Pull every line holding the word "check" out of the data and copy it.

★ ★ ★

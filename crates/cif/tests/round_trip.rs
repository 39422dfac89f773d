//! Written text is read back the same: any text that is a CIF, and any values given to the builder.

mod check;

use cif::{Builder, Datum, Kind, Value, parse};
use proptest::prelude::{Just, ProptestConfig, Strategy, any, prop, prop_assert, prop_assert_eq, prop_oneof, proptest};
use values::Measured;

/// Pieces that matter to the grammar, so that random texts come close to its corners.
fn piece() -> impl Strategy<Value = String> {
    let fixed = prop::sample::select(vec![
        " ",
        "\n",
        "\r\n",
        "\r",
        "\t",
        "\n;",
        ";",
        ";\\\n",
        ";>\\\n>",
        "\\\n",
        ";>\\\\\n>",
        "'",
        "\"",
        "'''",
        "\"\"\"",
        "' ",
        "\" ",
        "[",
        "]",
        "{",
        "}",
        "':",
        "?",
        ".",
        "# c\n",
        " #",
        "_a",
        "_B ",
        "_a.b",
        " loop_ ",
        " data_",
        "data_x ",
        " save_",
        "save_f ",
        "stop_",
        "$",
        "1.5(2)",
        "5.43()",
        "5,43",
        "é",
        "α",
        "\u{2212}",
        "\u{0}",
        "\\",
        ":",
        "x",
        "'k':",
        "[Fe2O3]",
    ]);
    prop_oneof![8 => fixed.prop_map(str::to_owned), 1 => "[ -~]{0,6}", 1 => "\\PC{0,3}"]
}

fn soup() -> impl Strategy<Value = Vec<u8>> {
    let head = prop::sample::select(vec![
        "",
        "#\\#CIF_1.1\n",
        "#\\#CIF_2.0\n",
        "\u{feff}#\\#CIF_2.0\n",
        "#\\#CIF_2.0\ndata_x _a ",
    ]);
    (head, prop::collection::vec(piece(), 0..40))
        .prop_map(|(head, parts)| format!("{head}{}", parts.concat()).into_bytes())
}

/// A text that a person could put into an item.
fn text() -> impl Strategy<Value = String> {
    prop::collection::vec(piece(), 0..12).prop_map(|parts| parts.concat().replace('\0', "")).boxed()
}

/// Valid CIF 2.0 values, nested.
fn value() -> impl Strategy<Value = String> {
    let quoted = prop_oneof![
        "[a-z?.\"\\[:;#]{0,8}".prop_map(|s| format!("'{s}'")),
        "[a-z' ;\\n]{0,8}".prop_map(|s| format!("\"\"\"{s}\"\"\"")),
        "[a-z\\\\ \"']{0,9}".prop_map(|s| format!("\n;{s}\n;\n")),
        "[a-zA-Z0-9+.-]{1,9}".prop_filter("reserved", |s| !s.is_empty()),
        Just("?".to_owned()),
        Just(".".to_owned()),
    ];
    quoted.prop_recursive(4, 24, 5, |inner| {
        prop_oneof![
            prop::collection::vec(inner.clone(), 0..5).prop_map(|list| format!("[{}]", list.join(" "))),
            prop::collection::vec(("[a-z ]{0,4}", inner), 0..4).prop_map(|table| {
                let entries: Vec<_> = table.into_iter().map(|(key, value)| format!("'{key}':{value}")).collect();
                format!("{{{}}}", entries.join(" "))
            }),
        ]
    })
}

fn datum() -> impl Strategy<Value = Datum> {
    prop_oneof![
        Just(Datum::Unknown),
        Just(Datum::Inapplicable),
        (-1e6..1e6_f64, 1e-6..1.0_f64).prop_map(|(value, u)| Datum::Number(Measured::new(value, u))),
        text().prop_map(Datum::Text),
    ]
}

/// What a value is read as must be what was given.
fn same(value: Value<'_>, datum: &Datum) -> bool {
    match (value.kind(), datum) {
        (Kind::Unknown, Datum::Unknown) | (Kind::Inapplicable, Datum::Inapplicable) => true,
        (Kind::Text(text), Datum::Text(given)) => text == given.replace("\r\n", "\n").replace('\r', "\n"),
        (Kind::Text(_), Datum::Number(given)) => {
            let Ok(Some(read)) = value.number() else { return false };
            // The rule of 19 keeps two digits up to 19: half of 1 in 2 is the coarsest rounding.
            (read.value - given.value).abs() <= 0.51 * read.u && (read.u - given.u).abs() <= 0.26 * given.u
        }
        _ => false,
    }
}

proptest! {
    #![proptest_config(ProptestConfig { cases: 4000, failure_persistence: None, ..ProptestConfig::default() })]

    #[test]
    fn any_text_is_refused_or_read_back_the_same(bytes in soup()) {
        check::holds_for(&bytes);
    }

    #[test]
    fn any_bytes_are_refused_or_read_back_the_same(bytes in prop::collection::vec(any::<u8>(), 0..200)) {
        check::holds_for(&[b"data_x\n_a ".to_vec(), bytes].concat());
    }

    #[test]
    fn nested_lists_and_tables_are_read_back_the_same(values in prop::collection::vec(value(), 1..4)) {
        let text = format!("#\\#CIF_2.0\ndata_x\nloop_ _v\n{}\n", values.join(" "));
        prop_assert!(check::holds_for(text.as_bytes()), "refused: {text}");
    }

    #[test]
    fn what_is_given_to_the_builder_is_read_from_its_text(
        single in datum(),
        rows in prop::collection::vec((datum(), datum(), datum()), 1..6),
    ) {
        let mut file = Builder::default();
        let rows: Vec<Vec<Datum>> = rows.into_iter().map(|(a, b, c)| vec![a, b, c]).collect();
        file.block("x").item("_single", single.clone()).looped(&["_a", "_b", "_c"], rows.clone());
        let text = file.write().unwrap();
        let document = parse(text.as_bytes(), "built").unwrap();
        let block = document.blocks().next().unwrap();
        prop_assert!(same(block.get("_single").unwrap(), &single), "{single:?}\n{text}");
        let found = block.loop_of("_a").unwrap();
        prop_assert_eq!(found.len(), rows.len());
        for (value, datum) in found.values().zip(rows.iter().flatten()) {
            prop_assert!(same(value, datum), "{datum:?}\n{text}");
        }
        prop_assert!(check::holds_for(text.as_bytes()));
    }
}
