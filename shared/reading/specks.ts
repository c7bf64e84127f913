import { median, middleOf } from './lines.ts';
import type { ReadingWord } from './reading.ts';

/** Below this confidence one or two letters on their own are more likely a speck than print. */
const speckBelow = 45;
const signsOnly = /^[^\p{L}\p{N}]+$/u;
/** The marker of a step, with its letter c read as a sign. */
const bentMarker = /^\(?[¢©][.,)]$/;
/** Signs that print does set on their own. */
const plainSigns = /^([–—&=+±%#*"”.]|\.{2,})$/u;

/**
 * Leaves out what dirt, punch holes and the stubs of rules were read as. The reading keeps them; the document does not,
 * for a speck that reads as a letter sends lines and rows astray. What stands in a row with other words is kept, however
 * doubtful: it may be a designator.
 */
export function withoutSpecks(words: readonly ReadingWord[]): ReadingWord[] {
  const letter = median(words.filter(({ text }) => text.length > 2).map(({ box }) => box[3]));
  const solid = words.filter(({ text, confidence }) => text.length > 2 && confidence >= speckBelow);
  const isAlone = ({ box }: ReadingWord): boolean =>
    !solid.some((other) => Math.abs(middleOf(other.box) - middleOf(box)) < letter * 0.7);
  const rim = rimOf(words, letter);
  return words.filter(
    (word) =>
      !rim.has(word) && !isSpeck(word, letter) && !(word.text.length <= 2 && word.confidence < 80 && isAlone(word)),
  );
}

/** Words that surely are words mark where the print ends; so many letter heights beyond them begins the rim. */
const surelyWord = 60;
const rimLetters = 0.8;

/**
 * The shadow along the edge of the sheet is read as a column of single letters. They are told from markers and counts, which
 * also stand beside all other print, by how little the engine trusts them as a whole.
 */
function rimOf(words: readonly ReadingWord[], letter: number): Set<ReadingWord> {
  const sure = words.filter(({ text, confidence }) => text.length > 2 && confidence >= surelyWord);
  if (sure.length === 0) return new Set();
  const left = Math.min(...sure.map(({ box }) => box[0])) - letter * rimLetters;
  const right = Math.max(...sure.map(({ box }) => box[0] + box[2])) + letter * rimLetters;
  const short = words.filter(({ text }) => text.length <= 2);
  const sides = [short.filter(({ box }) => box[0] + box[2] < left), short.filter(({ box }) => box[0] > right)];
  return new Set(sides.filter((side) => median(side.map(({ confidence }) => confidence)) < speckBelow).flat());
}

function isSpeck({ text, confidence, box: [, , width, height] }: ReadingWord, letter: number): boolean {
  if (bentMarker.test(text) || text === '•') return false;
  if (signsOnly.test(text)) return confidence < 85 || !plainSigns.test(text);
  const isOddSize = height < letter * 0.45 || height > letter * 2.2 || (text.length > 2 && width < letter * 0.3);
  return isOddSize && confidence < 70;
}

★ ★ ★

→ Solution:
mod check;
        check::holds_for(&bytes);
        check::holds_for(&[b"data_x\n_a ".to_vec(), bytes].concat());
        prop_assert!(check::holds_for(text.as_bytes()), "refused: {text}");
        prop_assert!(check::holds_for(text.as_bytes()));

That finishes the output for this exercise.